What is a data breach?
A data breach is a security incident where data is released or accessed without authorization. Since 2014, over 100 law firms have reported data security breaches in the U.S. While differences in reporting requirements across the country make it difficult to gather a comprehensive view of all breaches and related trends, phishing attacks and vendor leaks were a large cause.
What should I know about HIPAA and data security?
When we think of the Health Insurance Accountability and Portability Act (HIPAA), clinic waiting rooms and hospital front desks spring to mind. However, HIPAA doesn’t strictly apply to hospitals and doctors. The rule is comprehensive and addresses security and privacy around electronic transactions, breach notifications, and data access.
These requirements apply to covered entities, which include health plans, healthcare providers, and healthcare clearinghouses. You’re probably thinking, “My law firm doesn’t fall into any of those categories.” And, you’re right. But that doesn’t mean legal organizations are exempt from the requirements and regulations surrounding HIPAA.
So, are law firms and attorneys subject to HIPAA?
The HIPAA rule applies to covered entities (i.e., hospitals) and business associates. In the definition of business associates, HIPAA expressly addresses legal organizations. Law firms and attorneys are considered business associates “when the legal services provided involve disclosure of PHI from a covered entity” or from another business associate to the firm. But a survey conducted by Legal Workspace suggested that the majority of attorneys dealing with health data were not complying with the rules of HIPAA. Failing to comply can lead to hefty fines, such as the one that sent Retrieval-Masters into bankruptcy earlier this year.
If you’re gathering information that is subject to HIPAA, you need to follow HIPAA’s rules. Health information is defined as being “individually identifiable health information” that:
- is created or received by a health plan, health provider, health care clearinghouse, employer, or certain other entities; and
- relates to an individual’s past, present, or future physical or mental health condition, the provision of health care to an individual, or the past, present, or future payment for the provision of health care to the individual.
In recent years, the Department of Health and Human Services has been cracking down on HIPAA violations. The most common (and expensive) violations include:
- Failing to perform an enterprise-wide risk analysis
- Lack of a risk management process
- Failure to enter into a HIPAA compliant business associate agreement
- Insufficient ePHI access controls
- Failure to use encryption or an equivalent measure to safeguard ePHI on portable devices
- Exceeding the 60-day deadline for issuing breach notifications
- Impermissible disclosures of PHI
- Improper disposal of PHI
The bottom line is, if your legal organization deals with health data, you need to make sure you’re meeting the requirements outlined by HIPAA.
What can I do to maintain HIPAA compliance?

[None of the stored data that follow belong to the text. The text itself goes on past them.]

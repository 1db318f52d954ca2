import type { MigrationInterface, QueryRunner } from 'typeorm'

/**
 * Archive query indexes measured with `npm run bench:archive` at 100 000 reports: the newest-first page across many
 * projects walks `report_archive_recent_idx` instead of sorting the whole table, and the counts with fails, open
 * findings, technician, equipment or checklist filters are index-only scans of the covering `report_archive_idx`.
 */
export class ArchiveQueryIndexes1764673200000 implements MigrationInterface {
  name = 'ArchiveQueryIndexes1764673200000'

  async up(q: QueryRunner): Promise<void> {
    await q.query(`CREATE INDEX report_archive_recent_idx ON report (accepted_at DESC, id DESC) WHERE status = 'ready'`)
    await q.query(`DROP INDEX report_archive_idx`)
    await q.query(`
      CREATE INDEX report_archive_idx ON report (project_id, accepted_at DESC, id)
        INCLUDE (fail_count, open_finding_count, technician_id, equipment_id, template_id) WHERE status = 'ready'`)
  }

  async down(q: QueryRunner): Promise<void> {
    await q.query(`DROP INDEX report_archive_recent_idx`)
    await q.query(`DROP INDEX report_archive_idx`)
    await q.query(`CREATE INDEX report_archive_idx ON report (project_id, accepted_at DESC, id) WHERE status = 'ready'`)
  }
}
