import type { SignatureMeaning, SignatureRecord } from '../types/signature'

export const MEANING_LABELS: Record<SignatureMeaning, string> = { performed_by: 'Performed by', accepted_by: 'Accepted by' }

/** "2026-12-01 16:42 CST" in the project's zone. */
export function localTime(date: Date, timeZone: string): string {
  const parts = new Intl.DateTimeFormat('en-CA', { timeZone, year: 'numeric', month: '2-digit', day: '2-digit', hour: '2-digit', minute: '2-digit', hourCycle: 'h23', timeZoneName: 'short' }).formatToParts(date)
  const get = (t: string) => parts.find((p) => p.type === t)?.value ?? ''
  return `${get('year')}-${get('month')}-${get('day')} ${get('hour')}:${get('minute')} ${get('timeZoneName')}`
}

/** A stored signature as the database keeps it. */
export interface SignatureRow {
  id: string
  meaning: SignatureMeaning
  signerId: string
  printedName: string
  role: string
  signedAt: Date
  timeZone: string
  imageDataUrl: string
  snapshotSha256: string
  acknowledgedExceptions?: string[] | null
  voided: boolean
  voidedAt: Date | null
  voidReason: string | null
}

/** A signature as every screen, report and package shows it: who, in which role, when (UTC and the site's time), what. */
export function signatureRecord(s: SignatureRow): SignatureRecord {
  return {
    id: s.id,
    meaning: s.meaning,
    meaningLabel: MEANING_LABELS[s.meaning],
    signerId: s.signerId,
    printedName: s.printedName,
    role: s.role,
    signedAtUtc: s.signedAt.toISOString(),
    signedAtLocal: localTime(s.signedAt, s.timeZone),
    timeZone: s.timeZone,
    imageDataUrl: s.imageDataUrl,
    snapshotSha256: s.snapshotSha256,
    acknowledgedExceptions: s.acknowledgedExceptions ?? null,
    voided: s.voided,
    voidedAt: s.voidedAt?.toISOString() ?? null,
    voidReason: s.voidReason,
  }
}

/**
 * A drawn signature must contain ink: at least this share of the pad's pixels drawn (opaque and darker than the
 * paper). One pixel in 500 is far below any real signature, even initials, and far above a blank or near-blank pad.
 */
export const MIN_INK_SHARE = 0.002

/** The share of pixels that carry ink in an RGBA image (alpha at least half, and not near-white paper). */
export function inkShare(rgba: Uint8Array | Uint8ClampedArray, width: number, height: number): number {
  const total = width * height
  if (!total) return 0
  let ink = 0
  for (let i = 0; i < total; i++) {
    const o = i * 4
    const alpha = rgba[o + 3]
    if (alpha < 128) continue
    if (Math.max(rgba[o], rgba[o + 1], rgba[o + 2]) >= 230) continue
    ink += 1
  }
  return ink / total
}

/** Why two people must sign: the words the refusal gives. */
export const SEPARATION_OF_DUTIES =
  'The person who performed a start-up cannot also accept it: acceptance must come from a different person, whatever their role is now'

/**
 * What the performer's signature states. Work recorded as done by others is named, so nobody signs "I performed"
 * for a first start the manufacturer's engineer made.
 */
export function performerStatement(byOthers: ReadonlyArray<{ by: string; reference: string | null; where: string[] }>): string {
  if (!byOthers.length) return 'I performed this start-up and the readings are true.'
  const who = byOthers.map((g) => `${g.where.join('; ')} by ${g.by}${g.reference ? ` (their record ${g.reference})` : ''}`).join('; ')
  return `I performed this start-up and the readings are true, except the items recorded as done by others: ${who}.`
}

/** What the acceptor's signature states, with the exceptions acknowledged. */
export function acceptorStatement(exceptions: number): string {
  if (!exceptions) return 'I witnessed and accept this start-up on behalf of the owner.'
  return `I witnessed and accept this start-up on behalf of the owner, with the ${exceptions} exception${exceptions === 1 ? '' : 's'} listed, each acknowledged.`
}
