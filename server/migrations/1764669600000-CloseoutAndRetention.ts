import type { MigrationInterface, QueryRunner } from 'typeorm'

/**
 * Closeout documents (O&M manuals, warranty letters, test certificates) attached to a project, and closing a project.
 * Retention: a closeout document is never changed or deleted, and a closed project keeps its reports.
 */
export class CloseoutAndRetention1764669600000 implements MigrationInterface {
  name = 'CloseoutAndRetention1764669600000'

  async up(q: QueryRunner): Promise<void> {
    await q.query(`ALTER TABLE project ADD COLUMN closed_at timestamptz, ADD COLUMN closed_by uuid REFERENCES app_user(id) ON DELETE RESTRICT`)
    await q.query(`
      CREATE TABLE closeout_document (
        id uuid PRIMARY KEY DEFAULT gen_random_uuid(),
        project_id uuid NOT NULL REFERENCES project(id) ON DELETE RESTRICT,
        attachment_id uuid NOT NULL REFERENCES attachment(id) ON DELETE RESTRICT,
        title text NOT NULL CHECK (length(title) BETWEEN 1 AND 200),
        category text NOT NULL CHECK (category IN ('om_manual', 'warranty', 'test_certificate', 'drawing', 'training_record', 'other')),
        document_date date NOT NULL,
        uploaded_by uuid NOT NULL REFERENCES app_user(id) ON DELETE RESTRICT,
        uploaded_at timestamptz NOT NULL DEFAULT now()
      )`)
    await q.query(`CREATE INDEX closeout_document_project_idx ON closeout_document (project_id, document_date DESC, id)`)
    await q.query(`
      CREATE FUNCTION closeout_document_is_kept() RETURNS trigger LANGUAGE plpgsql AS $$
      BEGIN
        RAISE EXCEPTION 'closeout document % is part of the handover record and cannot be changed or deleted', OLD.id USING ERRCODE = 'object_not_in_prerequisite_state';
      END $$`)
    await q.query(`CREATE TRIGGER closeout_document_kept BEFORE UPDATE OR DELETE ON closeout_document FOR EACH ROW EXECUTE FUNCTION closeout_document_is_kept()`)
  }

  async down(q: QueryRunner): Promise<void> {
    await q.query(`DROP TABLE closeout_document`)
    await q.query(`DROP FUNCTION closeout_document_is_kept`)
    await q.query(`ALTER TABLE project DROP COLUMN closed_by, DROP COLUMN closed_at`)
  }
}
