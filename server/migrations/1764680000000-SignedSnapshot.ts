import type { MigrationInterface, QueryRunner } from 'typeorm'

/**
 * The signed snapshot is the record: the exact canonical JSON a performer signed is kept (append-only), the report
 * names the snapshot it was issued from and keeps the identity it printed (tag, serial, project), so later renames
 * change nothing issued. Report rendering is claimed with a lease, and a client's change id is unique per target.
 */
export class SignedSnapshot1764680000000 implements MigrationInterface {
  name = 'SignedSnapshot1764680000000'

  async up(q: QueryRunner): Promise<void> {
    await q.query(`
      CREATE TABLE run_snapshot (
        id uuid PRIMARY KEY DEFAULT gen_random_uuid(),
        run_id uuid NOT NULL REFERENCES run(id) ON DELETE RESTRICT,
        sha256 char(64) NOT NULL,
        content text NOT NULL,
        created_by uuid REFERENCES app_user(id) ON DELETE RESTRICT,
        created_at timestamptz NOT NULL DEFAULT now(),
        CONSTRAINT run_snapshot_once UNIQUE (run_id, sha256),
        CONSTRAINT run_snapshot_hash_form CHECK (sha256 ~ '^[0-9a-f]{64}$')
      )`)
    await q.query(`
      CREATE FUNCTION run_snapshot_is_append_only() RETURNS trigger LANGUAGE plpgsql AS $$
      BEGIN
        RAISE EXCEPTION 'a signed snapshot is never changed or deleted' USING ERRCODE = 'object_not_in_prerequisite_state';
      END $$`)
    await q.query(`CREATE TRIGGER run_snapshot_append_only BEFORE UPDATE OR DELETE ON run_snapshot FOR EACH ROW EXECUTE FUNCTION run_snapshot_is_append_only()`)
    await q.query(`CREATE TRIGGER run_snapshot_frozen BEFORE INSERT ON run_snapshot FOR EACH ROW EXECUTE FUNCTION run_accepted_is_frozen()`)

    await q.query(`
      ALTER TABLE report
        ADD COLUMN snapshot_sha256 char(64),
        ADD COLUMN equipment_tag text,
        ADD COLUMN equipment_kind text,
        ADD COLUMN serial_number text,
        ADD COLUMN project_code text,
        ADD COLUMN project_name text,
        ADD COLUMN time_zone text,
        ADD COLUMN template_name text,
        ADD COLUMN template_version integer,
        ADD COLUMN claim_token uuid,
        ADD COLUMN claimed_until timestamptz`)
    // Reports issued before this migration keep the identity their rows point at now (nothing renamed them before, as
    // renaming under an issued report was not refused either; this is the best record there is).
    await q.query(`ALTER TABLE report DISABLE TRIGGER report_frozen`)
    await q.query(`
      UPDATE report r SET equipment_tag = e.tag, equipment_kind = e.kind, serial_number = e.serial_number, project_code = p.code,
             project_name = p.name, time_zone = p.time_zone, template_name = t.name, template_version = v.number,
             snapshot_sha256 = (SELECT s.snapshot_sha256 FROM signature s WHERE s.run_id = r.run_id AND s.meaning = 'accepted_by' AND NOT s.voided)
        FROM run JOIN equipment e ON e.id = run.equipment_id JOIN project p ON p.id = run.project_id
        JOIN template_version v ON v.id = run.template_version_id JOIN checklist_template t ON t.id = v.template_id
       WHERE run.id = r.run_id`)
    await q.query(`ALTER TABLE report ENABLE TRIGGER report_frozen`)

    await q.query(`ALTER TABLE run_change DROP CONSTRAINT run_change_pkey`)
    await q.query(`ALTER TABLE run_change ADD CONSTRAINT run_change_pkey PRIMARY KEY (run_id, target, target_id, id)`)
  }

  async down(q: QueryRunner): Promise<void> {
    await q.query(`ALTER TABLE run_change DROP CONSTRAINT run_change_pkey`)
    await q.query(`ALTER TABLE run_change ADD CONSTRAINT run_change_pkey PRIMARY KEY (id)`)
    await q.query(`ALTER TABLE report DROP COLUMN snapshot_sha256, DROP COLUMN equipment_tag, DROP COLUMN equipment_kind, DROP COLUMN serial_number,
      DROP COLUMN project_code, DROP COLUMN project_name, DROP COLUMN time_zone, DROP COLUMN template_name, DROP COLUMN template_version,
      DROP COLUMN claim_token, DROP COLUMN claimed_until`)
    await q.query(`DROP TABLE run_snapshot`)
    await q.query(`DROP FUNCTION run_snapshot_is_append_only`)
  }
}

Take care to follow a few best practices to ensure your business is compliant. Vendor breaches are one of the biggest problems in health data security. Make sure the software and tools you use to manage patient health data meets compliance standards. This might include your CRM, contract management software, or other data collection tool. Following vendor breaches, phishing attacks are another major cause of data security breaches. Make sure your staff understands that phishing attacks may occur and provide examples of what to look out for.